(RECORDS FOR THE EXERCISE Opens)
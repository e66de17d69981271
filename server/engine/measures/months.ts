import { HOURS } from '../climate/climate-year.ts'
import { MONTH_START_H, monthOfHour } from '../climate/calendar.ts'

export const DAYS = 365
export const J_PER_KWH = 3.6e6

/** A date without a year: month 1 to 12, day from 1, and the hour (0 to 23) in which it begins. */
export interface HourDate {
  readonly month: number
  readonly day: number
  readonly hour: number
}

/** A date without a year and hour. */
export type DayDate = Omit<HourDate, 'hour'>

/** Month (0 to 11) of each hour of the year. */
export const MONTH_OF_HOUR: Uint8Array = Uint8Array.from({ length: HOURS }, (_, hour) => monthOfHour(hour))

/** Date of hour 0 to 8,759 of the year. */
export function dateOfHour(hour: number): HourDate {
  const month = monthOfHour(hour)
  const within = hour - MONTH_START_H[month]
  return { month: month + 1, day: Math.floor(within / 24) + 1, hour: within % 24 }
}

/** Date of day 0 to 364 of the year. */
export function dateOfDay(day: number): DayDate {
  const { month, day: dayOfMonth } = dateOfHour(day * 24)
  return { month, day: dayOfMonth }
}

/** Months' means of 8,760 hourly values, 12 numbers. */
export function monthlyMeans(values: ArrayLike<number>): number[] {
  return monthlySums(values).map((sum, month) => sum / (MONTH_START_H[month + 1] - MONTH_START_H[month]))
}

/** Months' sums of 8,760 hourly values, 12 numbers. */
export function monthlySums(values: ArrayLike<number>): number[] {
  const sums = new Array<number>(12).fill(0)
  for (let hour = 0; hour < HOURS; hour++) sums[MONTH_OF_HOUR[hour]] += values[hour]
  return sums
}

/** Days' means of 8,760 hourly values, 365 numbers. */
export function dailyMeans(values: ArrayLike<number>): Float64Array {
  const means = new Float64Array(DAYS)
  for (let hour = 0; hour < HOURS; hour++) means[(hour / 24) | 0] += values[hour] / 24
  return means
}

export function sum(values: ArrayLike<number>): number {
  let total = 0
  for (let i = 0; i < values.length; i++) total += values[i]
  return total
}

/** The index of the entry lived before entry i of n, or -1 when i was lived first. */
export function before(i: number, first: number, n: number): number {
  return i === first ? -1 : (i + n - 1) % n
}
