import { Body, Observer, SearchAltitude } from 'astronomy-engine'
import { expect, test } from 'vitest'
import { HOURS, type ClimatePlace } from '#engine/climate/climate-year.ts'
import { incidenceCosine, sunAt, sunOfYear } from '#engine/solar/sun.ts'

const at = (latitude_deg: number, longitude_deg = 0, timeZone_h = 0): ClimatePlace => ({
  name: 'Point',
  latitude_deg,
  longitude_deg,
  elevation_m: 0,
  timeZone_h,
})
const sum = (values: Float64Array, from = 0, to = values.length) =>
  values.subarray(from, to).reduce((total, value) => total + value, 0)

test('the sunlit parts of hours add up to the days of an ephemeris of its own (astronomy-engine)', () => {
  const { sunlit } = sunOfYear(at(52, 13, 1))
  const observer = new Observer(52, 13, 0)
  let worst_min = 0
  for (let day = 0; day < 365; day += 7) {
    const midnight = new Date(Date.UTC(2014, 0, 1 + day) - 3_600_000)
    // Almanacs lift the sun on the horizon by 34'; its centre is seen there when it is so much below.
    const crossing = (direction: number) =>
      SearchAltitude(Body.Sun, observer, direction, midnight, 1, -34 / 60)!.date.getTime() / 60_000
    const length_min = crossing(-1) - crossing(1)
    worst_min = Math.max(worst_min, Math.abs(60 * sum(sunlit, day * 24, day * 24 + 24) - length_min))
  }
  // Formulas of refraction part by 0.09° on the horizon, which the sun of midwinter climbs in 0.7 minutes here.
  expect(worst_min).toBeLessThan(1.5)
})

test('the position of a sunrise hour is that of its sunlit part, not of its middle', () => {
  const place = at(40)
  const sun = sunOfYear(place)
  let seen = 0
  for (let hour = 0; hour < HOURS; hour++) {
    const lit = sun.sunlit[hour]
    if (lit === 0 || lit === 1) continue
    seen++
    const isMorning = hour % 24 < 12
    const middle_h = isMorning ? hour + 1 - lit / 2 : hour + lit / 2
    const expected = sunAt(place, middle_h)
    expect(Math.abs(sun.altitude_deg[hour] - expected.altitude_deg), `hour ${hour}`).toBeLessThan(0.1)
    expect(Math.abs(sun.azimuth_deg[hour] - expected.azimuth_deg), `hour ${hour}`).toBeLessThan(0.1)
    expect(sun.altitude_deg[hour]).toBeGreaterThan(0)
  }
  expect(seen).toBeGreaterThan(700)
})

test('beyond the polar circle there are days all dark and all light, and every value is a number', () => {
  for (const latitude of [70, -70, 90, -90]) {
    const sun = sunOfYear(at(latitude))
    for (const series of Object.values(sun) as Float64Array[])
      expect(series.every((value) => Number.isFinite(value))).toBe(true)
    const january = sum(sun.sunlit, 24 * 9, 24 * 10)
    const june = sum(sun.sunlit, 24 * 171, 24 * 172)
    expect([january, june]).toEqual(latitude > 0 ? [0, 24] : [24, 0])
  }
})

test('at noon the sun stands south of 40° north, north of 33° south, and east in the morning at both', () => {
  const [north, south] = [sunOfYear(at(40)), sunOfYear(at(-33))]
  for (let day = 0; day < 365; day++) {
    expect(Math.abs(north.azimuth_deg[day * 24 + 12] - 180)).toBeLessThan(35)
    const fromNorth = ((south.azimuth_deg[day * 24 + 12] + 180) % 360) - 180
    expect(Math.abs(fromNorth)).toBeLessThan(50)
    expect(north.azimuth_deg[day * 24 + 8]).toBeLessThan(180)
    expect(south.azimuth_deg[day * 24 + 8]).toBeLessThan(180)
  }
})

test('clock and longitude go together: 15 degrees further east with an hour’s earlier clock is nearly the same sun', () => {
  const [here, there] = [sunOfYear(at(45, 0, 0)), sunOfYear(at(45, 15, 1))]
  // The sun itself moves on by an hour of its yearly way: 0.017° of declination at most, 0.02° of hour angle.
  for (let hour = 0; hour < HOURS; hour++)
    if (!(Math.abs(here.altitude_deg[hour] - there.altitude_deg[hour]) < 0.05))
      if (here.sunlit[hour] === 1) expect.fail(`hour ${hour}`)
})

test('incidence: flat is the sine of altitude, upright facing the sun its cosine, from behind negative', () => {
  expect(incidenceCosine(30, 77, 0, 200)).toBeCloseTo(0.5, 12)
  expect(incidenceCosine(30, 77, 90, 77)).toBeCloseTo(Math.cos(Math.PI / 6), 12)
  expect(incidenceCosine(30, 77, 90, 257)).toBeCloseTo(-Math.cos(Math.PI / 6), 12)
  expect(incidenceCosine(30, 77, 60, 77)).toBeCloseTo(1, 12)
})
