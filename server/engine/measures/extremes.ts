import { HOURS } from '../climate/climate-year.ts'
import { DAYS, MONTH_OF_HOUR, dateOfHour, type HourDate } from './months.ts'

export interface ExtremeHour extends HourDate {
  readonly temperature_C: number
}

/** How long a temperature stays beyond one limit. */
export interface Beyond {
  readonly limit_C: number
  readonly hours: number
  /** Hours of each month, 12 values. */
  readonly month_h: number[]
  /** Days with at least one such hour. */
  readonly days: number
  /** Most of those days in a row. */
  readonly daysInARow: number
}

export interface ExtremeMeasures {
  readonly coldest: ExtremeHour
  readonly warmest: ExtremeHour
  readonly mean_C: number
  readonly below: Beyond[]
  readonly above: Beyond[]
}

/** How the hours of a year follow each other. */
export interface YearOrder {
  /** The hour of the calendar year lived first. */
  readonly firstHour: number
  /** Whether the year's end joins its beginning, as in the repeating year. */
  readonly repeats: boolean
}

/**
 * Coldest and warmest hour, and time spent below and above some limits.
 *
 * @param values_C 8,760 hourly values in calendar order
 * @param limits   strictly below each of `below_C`, strictly above each of `above_C`
 * @param order    decides which days stand next to each other
 */
export function extremes(
  values_C: ArrayLike<number>,
  limits: { readonly below_C: readonly number[]; readonly above_C: readonly number[] },
  order: YearOrder,
): ExtremeMeasures {
  let coldest = 0
  let warmest = 0
  let total = 0
  for (let hour = 0; hour < HOURS; hour++) {
    if (values_C[hour] < values_C[coldest]) coldest = hour
    if (values_C[hour] > values_C[warmest]) warmest = hour
    total += values_C[hour]
  }
  return {
    coldest: { ...dateOfHour(coldest), temperature_C: values_C[coldest] },
    warmest: { ...dateOfHour(warmest), temperature_C: values_C[warmest] },
    mean_C: total / HOURS,
    below: limits.below_C.map((limit_C) => beyond(limit_C, order, (hour) => values_C[hour] < limit_C)),
    above: limits.above_C.map((limit_C) => beyond(limit_C, order, (hour) => values_C[hour] > limit_C)),
  }
}

function beyond(limit_C: number, order: YearOrder, isBeyond: (hour: number) => boolean): Beyond {
  const month_h = new Array<number>(12).fill(0)
  const day = new Array<boolean>(DAYS).fill(false)
  let hours = 0
  for (let hour = 0; hour < HOURS; hour++)
    if (isBeyond(hour)) {
      hours++
      month_h[MONTH_OF_HOUR[hour]]++
      day[(hour / 24) | 0] = true
    }
  const days = day.filter(Boolean).length
  return {
    limit_C,
    hours,
    month_h,
    days,
    daysInARow: longestRun(day, Math.floor(order.firstHour / 24), order.repeats),
  }
}

/** Longest run of true entries, read from `first` on around to the entry before it; joined end to start when it repeats. */
export function longestRun(entries: readonly boolean[], first: number, repeats: boolean): number {
  const n = entries.length
  let longest = 0
  let run = 0
  for (let i = 0; i < (repeats ? 2 * n : n); i++) {
    run = entries[(first + i) % n] ? run + 1 : 0
    longest = Math.max(longest, run)
  }
  return Math.min(longest, n)
}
(RECORDS FOR THE EXERCISE Closes)
Look above for the line with "readonly mean_C: number"; retype exactly that line, every line after it up to the line with "readonly firstHour: number", and that line too, nothing else.

ANSWER:
  readonly mean_C: number
  readonly below: Beyond[]
  readonly above: Beyond[]
}

/** How the hours of a year follow each other. */
export interface YearOrder {
  /** The hour of the calendar year lived first. */
  readonly firstHour: number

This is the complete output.